Diet: We should intake food that pacifies doshas during particular seasons. So, during this season, we should have food like dry meat, honey, jaggery, root vegetable, clarified butter, tomatoes, veggies, plum, etc.
Hemant ritu: The season lies between mid-November and mid-January. During this time Kapha dominates heightened without Vata, agni remains at its strongest, and Pitta is pacified. The dominant taste of rasa is sweet.
Diet: In this season food you eat must be easy to digest. Warm water should also be taken during the season. You can eat carrots, cabbage, beets, apples, dairy, dates, and juices. Avoid eating cold and dry food.
Shishira ritu: It is the season that starts from mid-January to mid-March and ends up in April or May in some places. Agni needs to be strengthened as Kapha increases in this time. It may be a good time for the Kapha people but it is quite difficult for the Vata people.
Diet: you can eat root vegetables, wheat, dairy products, rice in this season and continue to eat fermented food which is sweet, salty, fatty. You can also have gooseberry juices on an empty stomach. You can also have sesame; fermented foods like sauerkraut kimchi and; and dairy products including clarified butter, milk, and other edible oils this season.
Vasanta ritu: it is one of the most fascinating times of the year. Vitality and stability remain moderate, because of the accumulation in the previous season Kapha remains weak. Agni is too weak during these times, therefore, it is the best time to detoxify our system. Nasya helps you clear your respiratory system, remove excess mucus and deal with the repercussions of seasonal allergies that tend to worsen this time of the year.
Diet: Foods that can be taken are wheat, garlic, lentils, ginger, neem leaves, onion, turmeric, and water with honey. Resist eating heavily digestive foods, sweet or sour dairy products, cold foods, etc.

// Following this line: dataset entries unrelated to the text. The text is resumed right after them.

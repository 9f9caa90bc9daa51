import { useState } from "react";
import { Link } from "react-router";
import type { Project } from "@shared/schemas/api";
import type { ProjectAwaiting } from "@shared/schemas/review-queue";
import { Badge } from "@frontend/components/ui/badge";
import { IconButton } from "@frontend/components/ui/button";
import { ArchiveIcon, PencilIcon, TrashIcon } from "@frontend/components/ui/icons";
import { Table, TableFrame, Td, Th, THead, Tr } from "@frontend/components/ui/table";
import { formatDate, formatDateTime, formatRelative } from "@frontend/lib/format";
import { useSetProjectArchived } from "../api/archive-project";
import { ArchiveProjectDialog } from "./archive-project-dialog";
import { DeleteProjectDialog } from "./delete-project-dialog";
import { EditProjectDialog } from "./project-form-dialog";
import { StudyResultChip } from "./study-result-chip";

type Pending = { kind: "edit" | "delete" | "archive"; project: Project } | null;

const plural = (n: number, one: string, many: string) => `${n} ${n === 1 ? one : many}`;

/** "2 revisions, 1 report" waiting for a reviewer in this project, or nothing. */
export function awaitingWords(a: ProjectAwaiting | undefined): string {
  if (!a) return "";
  return [a.revisions ? plural(a.revisions, "revision", "revisions") : "", a.reports ? plural(a.reports, "report", "reports") : ""]
    .filter(Boolean)
    .join(", ");
}

export function ProjectsTable({
  projects,
  canWrite,
  awaiting = {},
}: {
  projects: Project[];
  canWrite: boolean;
  /** per project id, what waits for review there (GET /api/review-queue) */
  awaiting?: Partial<Record<string, ProjectAwaiting>>;
}) {
  const [pending, setPending] = useState<Pending>(null);
  const restore = useSetProjectArchived();

  return (
    <>
      {restore.isError ? (
        <p role="alert" className="mb-2 text-xs font-medium text-fail">
          {restore.error.message}
        </p>
      ) : null}
      <TableFrame>
        <Table aria-label="Projects">
          <THead>
            <tr>
              <Th className="w-[40%]">Project</Th>
              <Th>Owner</Th>
              <Th align="right">Updated</Th>
              <Th>Last study</Th>
              <Th>Awaiting review</Th>
              {canWrite ? (
                <Th className="w-24">
                  <span className="sr-only">Actions</span>
                </Th>
              ) : null}
            </tr>
          </THead>
          <tbody>
            {projects.map((project) => {
              const waiting = awaitingWords(awaiting[project.id]);
              return (
                <Tr key={project.id} className="group">
                  <Td className="py-2">
                    <Link
                      to={`/projects/${project.id}`}
                      className="font-bold text-ink decoration-ink/30 underline-offset-2 hover:underline"
                    >
                      {project.name}
                    </Link>
                    {project.archivedAt ? (
                      <Badge className="ml-2" tone="neutral">
                        <span title={`Archived ${formatDateTime(project.archivedAt)}`}>Archived {formatDate(project.archivedAt)}</span>
                      </Badge>
                    ) : null}
                    {project.description ? <p className="mt-0.5 max-w-xl text-xs text-ink/55">{project.description}</p> : null}
                  </Td>
                  <Td className="whitespace-nowrap text-ink/80">{project.ownerName ?? <span className="text-ink/40">—</span>}</Td>
                  <Td numeric className="text-ink/70">
                    <time dateTime={project.updatedAt} title={formatDateTime(project.updatedAt)}>
                      {formatRelative(project.updatedAt)}
                    </time>
                  </Td>
                  <Td>
                    <StudyResultChip study={project.lastStudy} />
                  </Td>
                  <Td className="whitespace-nowrap">
                    {waiting ? (
                      <Badge tone="mag" dot>
                        {waiting}
                      </Badge>
                    ) : (
                      <span className="text-ink/40">—</span>
                    )}
                  </Td>
                  {canWrite ? (
                    <Td className="text-right">
                      <div className="flex justify-end gap-0.5 opacity-70 transition-opacity group-hover:opacity-100 focus-within:opacity-100">
                        {project.archivedAt ? (
                          <IconButton
                            label={`Restore ${project.name}`}
                            disabled={restore.isPending}
                            onClick={() => restore.mutate({ id: project.id, version: project.version, archived: false })}
                          >
                            <ArchiveIcon />
                          </IconButton>
                        ) : (
                          <>
                            <IconButton label={`Rename ${project.name}`} onClick={() => setPending({ kind: "edit", project })}>
                              <PencilIcon />
                            </IconButton>
                            <IconButton label={`Archive ${project.name}`} onClick={() => setPending({ kind: "archive", project })}>
                              <ArchiveIcon />
                            </IconButton>
                          </>
                        )}
                        <IconButton
                          label={`Delete ${project.name}`}
                          variant="danger-ghost"
                          onClick={() => setPending({ kind: "delete", project })}
                        >
                          <TrashIcon />
                        </IconButton>
                      </div>
                    </Td>
                  ) : null}
                </Tr>
              );
            })}
          </tbody>
        </Table>
      </TableFrame>
      {pending?.kind === "edit" ? (
        <EditProjectDialog key={pending.project.id} project={pending.project} open onClose={() => setPending(null)} />
      ) : null}
      {pending?.kind === "archive" ? (
        <ArchiveProjectDialog key={pending.project.id} project={pending.project} open onClose={() => setPending(null)} />
      ) : null}
      {pending?.kind === "delete" ? (
        <DeleteProjectDialog key={pending.project.id} project={pending.project} open onClose={() => setPending(null)} />
      ) : null}
    </>
  );
}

Grishma ritu: This season brings the scorching sun rays with itself as at this time fire and air element are at domination which increases both Pitta and Vata. Digestive agni and vitality are at their lowest. Kapha is pacified and Vata dosha is accumulated. Apply sandalwood paste on your face and skin to calm the aggressive pitta dosha. Enjoy moon bathing in this season too. Ayurveda recommends you avoid working yourself to exhaustion in the summer.
Diet: it is the best time to drink fresh juices, eat fresh fruits, sweet and light cold nutritious foods. You can also make salads with fresh vegetables, curd pepper during this time.
Varsha ritu: In the rainy season, agni is at its weakest point. Doshas get aggravated and lead to many diseases during this time. Hence, all general measures to mitigate imbalanced Doshas and to improve digestive activity should be adopted. A person should not move about on foot (move only on vehicles) should use perfumes, expose his clothes to fragrant fumes, dwell in upper stories of the house, devoid of heat, cold, and snow.
Diet: Whole grain food, soups, pulses, meat juices, etc.
Conclusion:-we need to keep our body safe and sound by following the above-mentioned Ritucharya in our life. The key to holistic health lies in listening to what nature has to say with each season and living it through what we consume, experience, and express in our life.